Given data:
package network

import (
	"context"
	"fmt"
	"testing"

	"gonum.org/v1/gonum/mat"

	"kinetarium/solve"
	"kinetarium/solve/steady"
)

// lawsOf returns the conservation laws of the checked model as rows of Γ
// in concentrations, as app/analyse builds them.
func lawsOf(b *testing.B, m *Model, s *System) *mat.Dense {
	net, _ := Check(m)
	laws := net.ConservationLaws()
	if len(laws) == 0 {
		return nil
	}
	g := mat.NewDense(len(laws), s.Dim(), nil)
	for k, l := range laws {
		for _, lt := range l.Terms {
			i, w := lt.Species, lt.Weight
			g.Set(k, i, float64(w)*s.AmountVolume(s.SpeciesCompartment(i)))
		}
	}
	return g
}

// steadyModel is the generated network of bigModel with an inflow and a
// first-order removal of every species added (n + n more reactions), so
// that it has a steady state: bigModel alone grows without bound (its
// dissociations make molecules faster than anything removes them).
func steadyModel(n int) *Model {
	m := bigModel(n)
	m.Parameters = append(m.Parameters, Parameter{Name: "kin", Value: 1}, Parameter{Name: "kd", Value: 2})
	for i := 0; i < n; i++ {
		x := fmt.Sprintf("X%d", i)
		m.Reactions = append(m.Reactions,
			Reaction{Name: "in_" + x, Equation: "-> " + x, Rate: NewRate(MassAction, "k", Named("kin"))},
			Reaction{Name: "out_" + x, Equation: x + " ->", Rate: NewRate(MassAction, "k", Named("kd"))})
	}
	return m
}

// Steady state of the generated 1,000-species network (steadyModel: 5,000
// reactions):
// Newton with the sparse LU (the default from 100 variables) against the
// dense LU, from the same Finder each time (its ordering and work space
// reused), without the eigenvalues (a 1,000×1,000 eigenproblem is
// measured apart).
func BenchmarkSteady1000(b *testing.B) {
	m := steadyModel(1000)
	s, err := Compile(m)
	if err != nil {
		b.Fatal(err)
	}
	g := lawsOf(b, m, s)
	for _, c := range []struct {
		name   string
		linear func(int) solve.LinearSolver
	}{{"sparse", nil}, {"dense", func(n int) solve.LinearSolver { return solve.NewLU(n) }}} {
		b.Run(c.name, func(b *testing.B) {
			set := steady.Settings{Laws: g, NoEigenvalues: true, Linear: c.linear, Integration: solve.Settings{NonNegative: true}}
			var r *steady.Result
			f, err := steady.NewFinder(s, set)
			if err != nil {
				b.Fatal(err)
			}
			for b.Loop() {
				r, err = f.Find(context.Background(), s.Initial())
				if err != nil {
					b.Fatal(err)
				}
			}
			b.ReportMetric(float64(r.Iterations), "newton-iters")
			if r.Integrated {
				b.ReportMetric(r.IntegratedTo, "integrated-to")
			}
		})
	}
}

Task directions: Type the records out again. Match them exactly.

Answer box:
package network

import (
	"context"
	"fmt"
	"testing"

	"gonum.org/v1/gonum/mat"

	"kinetarium/solve"
	"kinetarium/solve/steady"
)

// lawsOf returns the conservation laws of the checked model as rows of Γ
// in concentrations, as app/analyse builds them.
func lawsOf(b *testing.B, m *Model, s *System) *mat.Dense {
	net, _ := Check(m)
	laws := net.ConservationLaws()
	if len(laws) == 0 {
		return nil
	}
	g := mat.NewDense(len(laws), s.Dim(), nil)
	for k, l := range laws {
		for _, lt := range l.Terms {
			i, w := lt.Species, lt.Weight
			g.Set(k, i, float64(w)*s.AmountVolume(s.SpeciesCompartment(i)))
		}
	}
	return g
}

// steadyModel is the generated network of bigModel with an inflow and a
// first-order removal of every species added (n + n more reactions), so
// that it has a steady state: bigModel alone grows without bound (its
// dissociations make molecules faster than anything removes them).
func steadyModel(n int) *Model {
	m := bigModel(n)
	m.Parameters = append(m.Parameters, Parameter{Name: "kin", Value: 1}, Parameter{Name: "kd", Value: 2})
	for i := 0; i < n; i++ {
		x := fmt.Sprintf("X%d", i)
		m.Reactions = append(m.Reactions,
			Reaction{Name: "in_" + x, Equation: "-> " + x, Rate: NewRate(MassAction, "k", Named("kin"))},
			Reaction{Name: "out_" + x, Equation: x + " ->", Rate: NewRate(MassAction, "k", Named("kd"))})
	}
	return m
}

// Steady state of the generated 1,000-species network (steadyModel: 5,000
// reactions):
// Newton with the sparse LU (the default from 100 variables) against the
// dense LU, from the same Finder each time (its ordering and work space
// reused), without the eigenvalues (a 1,000×1,000 eigenproblem is
// measured apart).
func BenchmarkSteady1000(b *testing.B) {
	m := steadyModel(1000)
	s, err := Compile(m)
	if err != nil {
		b.Fatal(err)
	}
	g := lawsOf(b, m, s)
	for _, c := range []struct {
		name   string
		linear func(int) solve.LinearSolver
	}{{"sparse", nil}, {"dense", func(n int) solve.LinearSolver { return solve.NewLU(n) }}} {
		b.Run(c.name, func(b *testing.B) {
			set := steady.Settings{Laws: g, NoEigenvalues: true, Linear: c.linear, Integration: solve.Settings{NonNegative: true}}
			var r *steady.Result
			f, err := steady.NewFinder(s, set)
			if err != nil {
				b.Fatal(err)
			}
			for b.Loop() {
				r, err = f.Find(context.Background(), s.Initial())
				if err != nil {
					b.Fatal(err)
				}
			}
			b.ReportMetric(float64(r.Iterations), "newton-iters")
			if r.Integrated {
				b.ReportMetric(r.IntegratedTo, "integrated-to")
			}
		})
	}
}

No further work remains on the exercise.